Secrets for your container registry with read and write access can be added in GitHub as Encrypted secrets and retrieved for use when pushing images.

      - name: Login to DockerHub
# ...
          username: ${{ secrets.DOCKERHUB_USERNAME }}
          password: ${{ secrets.DOCKERHUB_TOKEN }}

If the GitHub Container Registry ( GHCR.io) is used, users can skip encrypting secrets and use the write:packages scope with ambient GITHUB_TOKEN instead. The Docker Login action has more specific instructions.

Build and push tag(s)

Now that Docker is logged in, a generic build and push is invoked, pushing both a mutable and an immutable image tag:

      - name: Build and push
        id: docker_build
# ...
        with:
          push: true
          tags: |
            ${{ env.IMAGE }}:${{ steps.prep.outputs.BUILD_ID }}
            ${{ env.IMAGE }}:${{ steps.prep.outputs.LATEST_ID }}            

An image digest is printed at the end for information.

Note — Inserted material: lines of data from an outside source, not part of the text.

// Revision 1 of the built-in "no heat" tree, as it was seeded before revision 2 (default-tree.ts).
// Kept unchanged so that a company whose published tree is still exactly this revision is upgraded
// on start (lib/trees/builtin.ts); never edit it. It knows one energy source (electricity).
//
// The seeded fault tree for "no heat" on a direct spark ignition furnace, in the order a technician
// isolates the fault: line power → 24 V and fuse → thermostat call → safety circuit → spark → gap
// and rod → valve voltage → gas → carry-over → flame signal → rod, burner and ground → the control.
// Trade facts here are common practice, no source (TRADE.md), unless a comment names one. Every band
// is a default a lead can change; the rating plate and the manufacturer's data rule.
import type { Caution } from '@/lib/trees/schema';
import type { DefaultTree } from '@/lib/trees/default-tree';

const DEFER = "Follow local codes, the equipment manufacturer's instructions and licensed practice.";

const LINE_VOLTAGE: Caution = {
  signal: 'WARNING',
  text: `Line voltage (about 120 VAC) is present at the unit's supply, its junction box and a line-powered control. Contact can kill or injure. Use a meter rated for the circuit and insulated probes, keep fingers behind the probe guards and clear of bare terminals. ${DEFER}`,
};

const SPARK: Caution = {
  signal: 'WARNING',
  text: `The ignition spark is on the order of 10 kV during the trial for ignition. Keep hands, probes and tools away from the spark lead, the spark rod and the burner while the control is powered and calling for heat. ${DEFER}`,
};

const ROD_VOLTAGE: Caution = {
  signal: 'WARNING',
  text: `The control puts AC voltage on the flame rod (commonly about 50 to 180 VAC, depending on the control) during the trial and while the burner runs; a line-powered control keeps it there whenever it is powered. Make and break meter connections with power locked out; do not touch the rod, its lead or the meter leads while the unit is powered. ${DEFER}`,
};

const GAS: Caution = {
  signal: 'WARNING',
  text: `Natural gas and LP burn and explode. If you smell gas, stop: operate no switches, make no sparks, shut off the gas supply, ventilate and follow the gas emergency procedure. Close every pressure tap you opened and leak-test it with leak-detection solution or a gas detector before you leave. ${DEFER}`,
};

const ROLLOUT: Caution = {
  signal: 'DANGER',
  text: `A tripped rollout switch means flame has left the combustion chamber: a blocked vent or flue, a cracked heat exchanger or over-firing can release fire or carbon monoxide. Do not reset, jumper or bypass the switch to restore heat until the cause is found and corrected. ${DEFER}`,
};

const NO_BYPASS: Caution = {
  signal: 'WARNING',
  text: `Never jumper or bypass a high limit or a rollout switch to make the unit run: they are what stops overheating and flame rollout. ${DEFER}`,
};

const HOT_PARTS: Caution = {
  signal: 'CAUTION',
  text: `Burner parts, rods and the heat exchanger may be hot right after a trial or a run. Let them cool or wear gloves; ceramics are brittle, so handle the rods by their brackets. ${DEFER}`,
};

const VERIFY_CYCLES = 'Run at least three full heat cycles from a thermostat call to the end of the call without a lockout';

const VAC_NOTE = (what: string) =>
  `Default bands for ${what} — common practice, no source. A lead can change them; the rating plate and the manufacturer's data rule.`;

const LINE_NOTE = VAC_NOTE('a 120 VAC supply (nominal ±10 %)');
const LOW_VOLTAGE_NOTE = VAC_NOTE('a 24 VAC control circuit: below 18 V is low or absent, 18 to 30 V is normal, 30 V and over is high');
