import type { Metadata } from 'next';
import Link from 'next/link';
import { notFound } from 'next/navigation';
import { PrintButton } from '@/components/report/print-button';
import { ServiceReport } from '@/components/report/service-report';
import { AppError } from '@/lib/errors';
import { FIELD_ROLES } from '@/lib/roles';
import { getCallReport } from '@/lib/server/calls';
import { requirePageUser } from '@/lib/server/guard';
import { viewerOf } from '@/lib/server/viewer';

export const metadata: Metadata = { title: 'Service report' };
export const dynamic = 'force-dynamic';

export default async function ReportPage({ params }: { params: Promise<{ id: string }> }) {
  const user = await requirePageUser({ roles: FIELD_ROLES });
  const { id } = await params;
  let report;
  try {
    report = await getCallReport({ viewer: viewerOf(user), id });
  } catch (error) {
    if (error instanceof AppError && error.code === 'not_found') notFound();
    throw error;
  }
  return (
    <div className="space-y-4">
      <div className="no-print flex flex-wrap items-center justify-between gap-3">
        <Link href={`/calls/${id}`} className="text-sm font-semibold text-muted underline underline-offset-4">
          ← Back to the call
        </Link>
        <PrintButton />
      </div>
      <ServiceReport report={report} />
    </div>
  );
}
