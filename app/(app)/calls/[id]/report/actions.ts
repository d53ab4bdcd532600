'use server';

import { actionOf } from '@/lib/server/operation';
import { resendMailOp, sendReportEmailOp } from '@/lib/server/operations/mail';

export const sendReportEmailAction = actionOf(sendReportEmailOp, { revalidate: (input) => [`/calls/${input.id}/report`] });

export const resendMailAction = actionOf(resendMailOp);
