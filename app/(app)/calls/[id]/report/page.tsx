import type { Metadata } from 'next';
import { PrintButton } from '@/components/report/print-button';
import { ServiceReport } from '@/components/report/service-report';
import { BackLink } from '@/components/ui/back-link';
import { getCallReport } from '@/lib/server/calls';
import { orNotFound, pageScope } from '@/lib/server/operation';
import { callReportSchema } from '@/lib/validations/api';

export const metadata: Metadata = { title: 'Service report' };
export const dynamic = 'force-dynamic';

export default async function ReportPage({ params }: { params: Promise<{ id: string }> }) {
  const { scope } = await pageScope('calls.get');
  const { id } = await params;
  const report = callReportSchema.parse(await orNotFound(getCallReport({ scope, id })));
  return (
    <div className="space-y-4">
      <div className="no-print flex flex-wrap items-center justify-between gap-3">
        <BackLink href={`/calls/${id}`}>Back to the call</BackLink>
        <PrintButton />
      </div>
      <ServiceReport report={report} />
    </div>
  );
}
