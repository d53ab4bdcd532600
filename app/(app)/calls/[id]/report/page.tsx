import clsx from 'clsx';
import type { Metadata } from 'next';
import Link from 'next/link';
import { resendMailAction, sendReportEmailAction } from '@/app/(app)/calls/[id]/report/actions';
import { ReportEmailPanel } from '@/components/mail/report-email-panel';
import { PrintButton } from '@/components/report/print-button';
import { ServiceReport } from '@/components/report/service-report';
import { BackLink } from '@/components/ui/back-link';
import type { ReportVersion } from '@/lib/pdf/report-model';
import { may } from '@/lib/policy';
import { getCallReport } from '@/lib/server/calls';
import { orNotFound, pageScope } from '@/lib/server/operation';
import { previewReportEmail } from '@/lib/server/outbox';
import { callReportSchema } from '@/lib/validations/api';
import { reportEmailPreviewSchema } from '@/lib/validations/mail';

export const metadata: Metadata = { title: 'Service report' };
export const dynamic = 'force-dynamic';

const TABS: { version: ReportVersion; label: string }[] = [
  { version: 'office', label: 'Office record' },
  { version: 'customer', label: 'Customer copy' },
];

export default async function ReportPage({
  params,
  searchParams,
}: {
  params: Promise<{ id: string }>;
  searchParams: Promise<Record<string, string | string[] | undefined>>;
}) {
  const { user, scope } = await pageScope('calls.get');
  const { id } = await params;
  const version: ReportVersion = (await searchParams).version === 'customer' ? 'customer' : 'office';
  const report = callReportSchema.parse(await orNotFound(getCallReport({ scope, id })));
  const emailPreview = may(user.role, 'reports.emailPreview')
    ? reportEmailPreviewSchema.parse(await previewReportEmail({ scope: (await pageScope('reports.emailPreview')).scope, id }))
    : null;
  return (
    <div className="space-y-4">
      <div className="no-print flex flex-wrap items-center justify-between gap-3">
        <BackLink href={`/calls/${id}`}>Back to the call</BackLink>
        <div className="flex flex-wrap gap-2">
          <a href={`/api/calls/${id}/report.pdf${version === 'office' ? '?version=office' : ''}`} className="btn-secondary">
            Download PDF
          </a>
          <PrintButton />
        </div>
      </div>
      <nav aria-label="Report version" className="no-print flex flex-wrap gap-2">
        {TABS.map((t) => (
          <Link
            key={t.version}
            href={`/calls/${id}/report${t.version === 'office' ? '' : '?version=customer'}`}
            aria-current={t.version === version ? 'page' : undefined}
            className={clsx(t.version === version ? 'btn-primary' : 'btn-secondary')}
          >
            {t.label}
          </Link>
        ))}
      </nav>
      {emailPreview && <ReportEmailPanel callId={id} initial={emailPreview} sendReport={sendReportEmailAction} resend={resendMailAction} />}
      <ServiceReport report={report} version={version} />
    </div>
  );
}
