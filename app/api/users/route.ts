// GET /api/users – the company's users; POST /api/users – adds one. Admin only.
import { NextResponse } from 'next/server';
import { route } from '@/lib/server/guard';
import { addCompanyUser, listCompanyUsers } from '@/lib/server/users';
import { createUserSchema } from '@/lib/validations/users';

export const dynamic = 'force-dynamic';

export const GET = route({ roles: ['admin'] }, async ({ user }) => listCompanyUsers({ admin: user }));

export const POST = route({ roles: ['admin'], body: createUserSchema }, async ({ user, body }) =>
  NextResponse.json(await addCompanyUser({ admin: user, input: body }), { status: 201 }),
);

      - name: Image digest
        run: echo ${{ steps.docker_build.outputs.digest }}

Further Reading on CI

In Image Update Guide we can see how Flux’s image update automation works with these image tags. In the GitHub Actions Manifest Generation guide, we see more CI workflows that go even further, rendering manifests in CI and committing them back to Git.

Some of those techniques are quite advanced beyond what is actually needed to work with Flux, but those suggested readings may clarify some of what other possibilities there are for Flux to work with different automation.

In general these approaches all embrace Git as a single source of truth, either pushing their updated truth as a new input for a standard GitOps deployment, or using another Git target as an intermediate store that still derives from GitOps intents declared further upstream. So automation can push directly back to a default branch, or we can configure Flux to Push updates to a different branch than the one used for checkout.

When Flux pushes directly to a default branch, those changes are deployed automatically on the next reconcile, or immediately with Webhook Receivers. When pushing to a different branch the GitHub Actions Auto Pull Request workflow is another option that can be used to keep some automation with manual control. The developers or other project stakeholders can then merge a PR that automation generated in order to manually promote the change in an automated way.

Further expansion on a more intricate design for CI that does any more than what Flux demands is out of scope. Some useful ideas for further enhancement in the scope of CI beyond this scope boundary are suggested nonetheless below.

Image Provenance Security

This guide does not cover or implement Image Provenance or any cryptographic signature, but Flux does provide examples of those workflows as they are implemented in Flux’s own controllers!

Another exercise for the reader to implement after this basic builder could be implementing Cosign for cryptographically proving the image provenance as described in Security: Image Provenance.

Caching for Fast Builds

One last bit of general parting guidance: Flux’s deploy automation is designed to be scalable and fast. To make the developer experience good requires fast CI builds as well. Slow CI builds detract sharply from the experience; the faster the better as more time waiting for feedback from a build adds to cognitive load and context switching. Greater time spent waiting for CI/CD can unfortunately have outsized impacts on focus depletion and developer productivity.

The build result may provide test-driven feedback to support fast iteration for high-functioning rapid delivery teams. An average time of longer than 5 minutes to get that feedback may already be too long. If your CI builds for iterative development are taking much longer than 5 minutes, it’s a good idea to start to consider some approaches to make them faster.

A skillfully designed Dockerfile can help provide some relief for builds that are too slow with heavyweight prerequisites that necessarily take a long time to build. Arranging your build order so the slow parts that change less frequently are built first, or in a separate staging, means they can be cached and repeated only as often as they change.

This is one good fundamental approach to reduce build times. On the topic of caching, more information that goes with this example is provided in the docker/build-push-action Cache documentation.